3B Junior, a collection of Japanese girls aged between 10 & 16, feature in a TV Asahi show called “3B Junior Stardust Shoji”.

On 28 January the (unnamed) girl took part together with other members of her group in a ‘game’ that involved breathing in from a canister of compressed Helium gas. Unlike the others, this girl fell unconscious & did not awake until Thursday, 5 February 2015. The TV Show kept quiet about the whole affair until she woke up. The Show was originally scheduled for broadcast on 24 February, but may now be discontinued.

Helium is a perfectly astonishing gas. It is lighter than air, which allows balloons filled with it to float to the ceiling. If breathed in, it will cause a person’s voice to become squeaky. Now obviously, death, or brain-damage, is a perfectly reasonable risk for such a wonderful enhancement.

What most folks do not realise is that all Helium, once released into the atmosphere, eventually escapes into space due to thermal escape (also called Jeans escape) (the kinetic energy of the molecules--which means their speed through the air due to ordinary heating from the atmosphere--is high enough to be greater than the escape velocity for this planet, and thus they leave the planet & disperse into space). This is only true for the lightest elements; it is calculated that the current rate of loss for our planet is about three kilograms (3 kg) of hydrogen and 50 grams (50 g) of helium per second (Hydrogen is the lightest element, and Helium the next-lightest element, on the planet).
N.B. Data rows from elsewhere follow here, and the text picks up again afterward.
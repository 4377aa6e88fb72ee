"""Main-process memory of a sweep: bytes per row at two sweep sizes, this checkout vs another.

Run by hand from the repository root (windsolve installed)::

    python benchmarks/bench_sweep_memory.py [--baseline OLD_CHECKOUT] [--sizes 2000,20000]
                                            [--workers 2]

Builds a Model A grid sweep (star.luminosity x star.mass around the demo
model, configs/demo.toml) of each size and runs ``run_sweep`` (quiet, local
workers) in a fresh process per measurement, with the windsolve of this
checkout and, with ``--baseline``, of OLD_CHECKOUT (e.g. ``git worktree add
../sweep-old 042755c``; imported through PYTHONPATH, which the spawned
workers inherit).  Two measurements, each in its own process:

* ``tracemalloc``: the peak of Python allocations in the main process during
  ``run_sweep``, above what was allocated when it started (the sweep file,
  its rows and the imports are not counted);
* ``rss``: the growth of the main process's peak resident set
  (``resource.getrusage``) over ``run_sweep``, without tracemalloc.

Bytes per row is the marginal cost: the difference between the two sizes
divided by the difference in rows, so fixed costs (imports, the pool,
tqdm) cancel.  The workers' memory is not counted: they hold one batch.
"""

import argparse
import os
import subprocess
import sys
import tempfile
from pathlib import Path

ROOT = Path(__file__).resolve().parent.parent
DEMO = ROOT / "configs" / "demo.toml"
N_MASS = 40  # masses per luminosity


def sweep_text(n):
    n_l = max(1, n // N_MASS)
    return f"""[sweep]
base = "{DEMO}"
design = "grid"
[[axis]]
key = "star.luminosity"
start = "3e6 Lsun"
stop = "6e6 Lsun"
num = {n_l}
spacing = "log"
[[axis]]
key = "star.mass"
start = "45 Msun"
stop = "60 Msun"
num = {N_MASS}
"""


MEMORY_CODE = """
import resource, sys, tracemalloc
import windsolve
from windsolve.sweep import load_sweep, run_sweep
path, out, workers, mode = sys.argv[1], sys.argv[2], int(sys.argv[3]), sys.argv[4]
sweep = load_sweep(path)
rows = len(sweep)
if mode == "tracemalloc":
    tracemalloc.start()
    start = tracemalloc.get_traced_memory()[0]
    tracemalloc.reset_peak()
    run_sweep(sweep, out, workers=workers, quiet=True)
    growth = tracemalloc.get_traced_memory()[1] - start
else:
    before = resource.getrusage(resource.RUSAGE_SELF).ru_maxrss
    run_sweep(sweep, out, workers=workers, quiet=True)
    growth = (resource.getrusage(resource.RUSAGE_SELF).ru_maxrss - before) * 1024
print(windsolve.__file__, rows, growth)
"""


def measure(root, n, mode, workers, tmp):
    """(rows, bytes) of one run_sweep in a fresh process with the windsolve of ``root``."""
    path = Path(tmp) / f"sweep_{n}.toml"
    path.write_text(sweep_text(n))
    out = Path(tmp) / f"out_{n}_{os.getpid()}.h5"
    out.unlink(missing_ok=True)
    env = dict(os.environ, PYTHONPATH=str(root))
    res = subprocess.run([sys.executable, "-c", MEMORY_CODE, str(path), str(out),
                          str(workers), mode], check=True, capture_output=True, text=True,
                         cwd=root, env=env)
    where, rows, growth = res.stdout.split()[-3:]
    if not Path(where).resolve().is_relative_to(Path(root).resolve()):
        raise RuntimeError(f"the benchmark imported {where}, not the windsolve of {root}")
    out.unlink(missing_ok=True)
    return int(rows), int(growth)


def report(label, root, sizes, workers, tmp):
    per_row = {}
    for mode in ("tracemalloc", "rss"):
        (n1, m1), (n2, m2) = (measure(root, n, mode, workers, tmp) for n in sizes)
        per_row[mode] = (m2 - m1) / (n2 - n1)
        print(f"{label:>9} {mode:>11}: {n1:6d} rows {m1 / 1e6:8.1f} MB, {n2:6d} rows "
              f"{m2 / 1e6:8.1f} MB: {per_row[mode]:7.0f} bytes/row", flush=True)
    return per_row


def main():
    parser = argparse.ArgumentParser(description=__doc__.splitlines()[0])
    parser.add_argument("--baseline", help="another checkout to compare with")
    parser.add_argument("--sizes", default="2000,20000")
    parser.add_argument("--workers", type=int, default=2)
    args = parser.parse_args()
    sizes = [int(s) for s in args.sizes.split(",")]
    print(f"main-process memory growth of run_sweep (Model A grid, {args.workers} workers)")
    with tempfile.TemporaryDirectory() as tmp:
        if args.baseline:
            old = report("baseline", Path(args.baseline), sizes, args.workers, tmp)
        new = report("this", ROOT, sizes, args.workers, tmp)
    if args.baseline:
        for mode in new:
            print(f"{mode:>11}: {old[mode]:7.0f} -> {new[mode]:7.0f} bytes/row")


if __name__ == "__main__":
    main()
If you find the previous paragraph at all difficult, then just recall the famous instructions on “How to Fly” from the Hitchhiker’s Guide to the Galaxy:

Throw yourself at the ground, and miss

...and realise that that is how Hydrogen & Helium manage to leave this planet.

Next question: so where does Helium come from if it is constantly leaving? The answer is that it (and Hydrogen) are constantly created by radioactive elements on Earth breaking down. As just one example, Helium is a natural component in vast quantities together with Natural Gas supplies in the USA.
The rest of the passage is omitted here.